We have done very little boat work. We have been visiting too much. We borrowed bikes and pedaled down to the South end to visit the ladies Trinda was weaving with. It was a nice day, although a long ride.
It is still hard to believe the conditions these people live in. They have no electricity, except for a few have 10 watt solar panels and a car battery for a light or two at night. They have no stoves to cook in. I see a few two-burner kerosene stove parts but few of them have the fuel for them so they are rusting in the corner. they cook on open fires on the ground of coconut husks with bars over them to balance a pot on. No running water, they depend on catching rain water or a few shallow wells
full of mosquitoes and such. Most don't know to boil the water even. The restroom is the nearest beach, if they make it, but they keep pigs moored in the yard, so it all smells the same. Moored in that they tie a string to a back foot and to a palm tree. The pig is free to walk in a 6 foot circle. There are dogs wandering all around too.
Since no electricity, no refrigeration either. Any food left over is put in a cabinet with fine wire mesh for sides to try to keep the flies and ants out. Mostly they eat or share all of a fish the day they catch it, or take a chance on it the next day. Most families have young people to fish and get coconuts or dig taro or pick bread fruit in season.
Trinda's friend has 5 huts, about 10 feet square. They are palm tree poles with palm tree board to hold a raised floor (about 3 feet off the ground) with thatched roofs and mostly no walls. Cloth curtains or woven palm fronds make dividers. One is her bedroom, one for the young boys (6 & 9), one for the older one at home (25) one for storage and one is the kitchen cabinet and roof for the cooking fire. The beds are woven mats, maybe 1/8 inch thick lying on the floor. I have not seen a chair yet.
Her husband is one of the Island Councilmen, and doesn't seem to work much beyond that. The 25 year old fishes for the family, gathers and dries seaweed for Norwegian export at .65/lb and gathers, smokes and dries sea cucumbers for Oriental export at $8.50/kilo. It takes a lot of them to make a pound.
But, there is more laughter here than any place else we have been. They are very happy in their ignorance.
You have more than likely heard of the sailboat that wrecked here last Dec. and left a dog and a parrot stranded here as they made their escape to California. The dog, Snickers, was rescued through the efforts of our friends on Southern Cross, by NCL and an airline that took him to Los Angles.
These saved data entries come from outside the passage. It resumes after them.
/**
 * The compiled form of ../structured-symmetric.ts, in AssemblyScript: the same operations in the same order, two or
 * four rows at a time. Rows do not touch each other, nothing is fused and nothing is summed across lanes, so that
 * every number has the same bits as in the plain form.
 *
 * Pointers are bytes in linear memory; all checks are the caller's.
 */

/** Pivot pairs with at least so many rows below them are swept in scaled form. The plain form has the same figure. */
const SCALED_FROM: i32 = 48;

// Nodes must lie below 2⁵⁰⁰ and all but one above 2⁻⁴⁴⁰ in size.
const MOST: f64 = reinterpret<f64>(<u64>(1023 + 500) << 52);
const LEAST: f64 = reinterpret<f64>(<u64>(1023 - 440) << 52);

/** As the plain function; −1, and nothing done, for nodes of extreme scale. */
export function eliminateStructuredSymmetric(
  x: usize,
  a: usize,
  b: usize,
  e: usize,
  pivots: i32,
  rows: i32,
  least: f64,
): i32 {
  const end: usize = (<usize>rows) << 3;
  // gapsAreModerate of the plain form.
  let tiny: i32 = 0;
  for (let i: usize = 0; i < end; i += 8) {
    const size = abs<f64>(load<f64>(x + i));
    if (!(size < MOST)) return -1;
    tiny += <i32>(size < LEAST);
  }
  if (tiny > 1) return -1;
  for (let q: i32 = 0; q < pivots; q += 2) {
    const p: usize = (<usize>q) << 3;
    const m: f64 = 1.0 - load<f64>(e + p);
    if (!(m > least)) return q;
    const inverse: f64 = 1.0 / m;
    const xp = load<f64>(x + p);
    const ap = load<f64>(a + p);
    const bp = load<f64>(b + p);
    if (q + 1 === pivots) {
      sweepOne(x, a, b, e, p + 8, end, xp, ap, bp, inverse);
      return pivots;
    }
    const xq = load<f64>(x + p, 8);
    const a0 = load<f64>(a + p, 8);
    const b0 = load<f64>(b + p, 8);
    const v = (a0 * bp - b0 * ap) * (1.0 / (xq - xp));
    const t = v * inverse;
    const eq = load<f64>(e + p, 8) + t * v;
    const mq: f64 = 1.0 - eq;
    if (!(mq > least)) {
      sweepOne(x, a, b, e, p + 8, end, xp, ap, bp, inverse);
      return q + 1;
    }
    const aq = a0 + t * ap;
    const bq = b0 + t * bp;
    store<f64>(a + p, aq, 8);
    store<f64>(b + p, bq, 8);
    store<f64>(e + p, eq, 8);
    if (rows - q < SCALED_FROM) {
      sweepTwo(x, a, b, e, p + 16, end, xp, ap, bp, inverse, xq, aq, bq, 1.0 / mq);
    } else {
      const sp = 1.0 / Math.sqrt(m);
      const sq = 1.0 / Math.sqrt(mq);
      sweepTwoScaled(x, a, b, e, p + 16, end, xp, ap * sp, bp * sp, xq, aq * sq, bq * sq);
    }
  }
  return pivots;
}

function sweepOne(
  x: usize,
  a: usize,
  b: usize,
  e: usize,
  from: usize,
  end: usize,
  xp: f64,
  ap: f64,
  bp: f64,
  inverse: f64,
): void {
  for (let i: usize = from; i < end; i += 8) {
    const ai = load<f64>(a + i);
    const bi = load<f64>(b + i);
    const v = (ai * bp - bi * ap) * (1.0 / (load<f64>(x + i) - xp));
    const t = v * inverse;
    store<f64>(a + i, ai + t * ap);
    store<f64>(b + i, bi + t * bp);
    store<f64>(e + i, load<f64>(e + i) + t * v);
  }
}

function sweepTwo(
  x: usize,
  a: usize,
  b: usize,
  e: usize,
  from: usize,
  end: usize,
  xp: f64,
  ap: f64,
  bp: f64,
  ip: f64,
  xq: f64,
  aq: f64,
  bq: f64,
  iq: f64,
): void {
  const XP = f64x2.splat(xp);
  const AP = f64x2.splat(ap);
  const BP = f64x2.splat(bp);
  const IP = f64x2.splat(ip);
  const XQ = f64x2.splat(xq);
  const AQ = f64x2.splat(aq);
  const BQ = f64x2.splat(bq);
  const IQ = f64x2.splat(iq);
  const one = f64x2.splat(1.0);
  let i: usize = from;
  for (; i + 8 < end; i += 16) {
    const xi = v128.load(x + i);
    let ai = v128.load(a + i);
    let bi = v128.load(b + i);
    let ei = v128.load(e + i);
    const gp = f64x2.sub(xi, XP);
    const gq = f64x2.sub(xi, XQ);
    const r = f64x2.div(one, f64x2.mul(gp, gq));
    const vp = f64x2.mul(f64x2.sub(f64x2.mul(ai, BP), f64x2.mul(bi, AP)), f64x2.mul(r, gq));
    const tp = f64x2.mul(vp, IP);
    ai = f64x2.add(ai, f64x2.mul(tp, AP));
    bi = f64x2.add(bi, f64x2.mul(tp, BP));
    ei = f64x2.add(ei, f64x2.mul(tp, vp));
    const vq = f64x2.mul(f64x2.sub(f64x2.mul(ai, BQ), f64x2.mul(bi, AQ)), f64x2.mul(r, gp));
    const tq = f64x2.mul(vq, IQ);
    v128.store(a + i, f64x2.add(ai, f64x2.mul(tq, AQ)));
    v128.store(b + i, f64x2.add(bi, f64x2.mul(tq, BQ)));
    v128.store(e + i, f64x2.add(ei, f64x2.mul(tq, vq)));
  }
  if (i < end) {
    let ai = load<f64>(a + i);
    let bi = load<f64>(b + i);
    const gp = load<f64>(x + i) - xp;
    const gq = load<f64>(x + i) - xq;
    const r = 1.0 / (gp * gq);
    const vp = (ai * bp - bi * ap) * (r * gq);
    const tp = vp * ip;
    ai += tp * ap;
    bi += tp * bp;
    const vq = (ai * bq - bi * aq) * (r * gp);
    const tq = vq * iq;
    store<f64>(a + i, ai + tq * aq);
    store<f64>(b + i, bi + tq * bq);
    store<f64>(e + i, load<f64>(e + i) + tp * vp + tq * vq);
  }
}

function sweepTwoScaled(
  x: usize,
  a: usize,
  b: usize,
  e: usize,
  from: usize,
  end: usize,
  xp: f64,
  ap: f64,
  bp: f64,
  xq: f64,
  aq: f64,
  bq: f64,
): void {
  const XP = f64x2.splat(xp);
  const AP = f64x2.splat(ap);
  const BP = f64x2.splat(bp);
  const XQ = f64x2.splat(xq);
  const AQ = f64x2.splat(aq);
  const BQ = f64x2.splat(bq);
  const one = f64x2.splat(1.0);
  let i: usize = from;
  // Four rows, so that one pair's arithmetic fills the waits of the other's.
  for (; i + 24 < end; i += 32) {
    const xi = v128.load(x + i);
    const xj = v128.load(x + i, 16);
    let ai = v128.load(a + i);
    let aj = v128.load(a + i, 16);
    let bi = v128.load(b + i);
    let bj = v128.load(b + i, 16);
    let ei = v128.load(e + i);
    let ej = v128.load(e + i, 16);
    const gpi = f64x2.sub(xi, XP);
    const gpj = f64x2.sub(xj, XP);
    const gqi = f64x2.sub(xi, XQ);
    const gqj = f64x2.sub(xj, XQ);
    const ri = f64x2.div(one, f64x2.mul(gpi, gqi));
    const rj = f64x2.div(one, f64x2.mul(gpj, gqj));
    const vi = f64x2.mul(f64x2.sub(f64x2.mul(ai, BP), f64x2.mul(bi, AP)), f64x2.mul(ri, gqi));
    const vj = f64x2.mul(f64x2.sub(f64x2.mul(aj, BP), f64x2.mul(bj, AP)), f64x2.mul(rj, gqj));
    ai = f64x2.add(ai, f64x2.mul(vi, AP));
    aj = f64x2.add(aj, f64x2.mul(vj, AP));
    bi = f64x2.add(bi, f64x2.mul(vi, BP));
    bj = f64x2.add(bj, f64x2.mul(vj, BP));
    ei = f64x2.add(ei, f64x2.mul(vi, vi));
    ej = f64x2.add(ej, f64x2.mul(vj, vj));
    const ui = f64x2.mul(f64x2.sub(f64x2.mul(ai, BQ), f64x2.mul(bi, AQ)), f64x2.mul(ri, gpi));
    const uj = f64x2.mul(f64x2.sub(f64x2.mul(aj, BQ), f64x2.mul(bj, AQ)), f64x2.mul(rj, gpj));
    v128.store(a + i, f64x2.add(ai, f64x2.mul(ui, AQ)));
    v128.store(a + i, f64x2.add(aj, f64x2.mul(uj, AQ)), 16);
    v128.store(b + i, f64x2.add(bi, f64x2.mul(ui, BQ)));
    v128.store(b + i, f64x2.add(bj, f64x2.mul(uj, BQ)), 16);
    v128.store(e + i, f64x2.add(ei, f64x2.mul(ui, ui)));
    v128.store(e + i, f64x2.add(ej, f64x2.mul(uj, uj)), 16);
  }
  for (; i < end; i += 8) {
    let ai = load<f64>(a + i);
    let bi = load<f64>(b + i);
    const gp = load<f64>(x + i) - xp;
    const gq = load<f64>(x + i) - xq;
    const r = 1.0 / (gp * gq);
    const v = (ai * bp - bi * ap) * (r * gq);
    ai += v * ap;
    bi += v * bp;
    const u = (ai * bq - bi * aq) * (r * gp);
    store<f64>(a + i, ai + u * aq);
    store<f64>(b + i, bi + u * bq);
    store<f64>(e + i, load<f64>(e + i) + v * v + u * u);
  }
}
Today Robby and I built a bird cage for the parrot, Gulliver, a large blue and red Macaw, to ride the local freighter from Hawaii, back to Christmas Island where there are weekly flights. It is still not decided
if the parrot can go back to the states. He has no papers (they sank with the sailboat) and the owners are not responsive about trying to prove he was legitimate. If he is not rescued in some way from Christmas, he will be killed as an illegal immigrant in 30 days. Robby has been writing to all kinds of people and rescue societies to try to save him.
Tomorrow we are all going down to the South end of the island to put him in his new cage so he can ride the Kwai to Christmas on Saturday.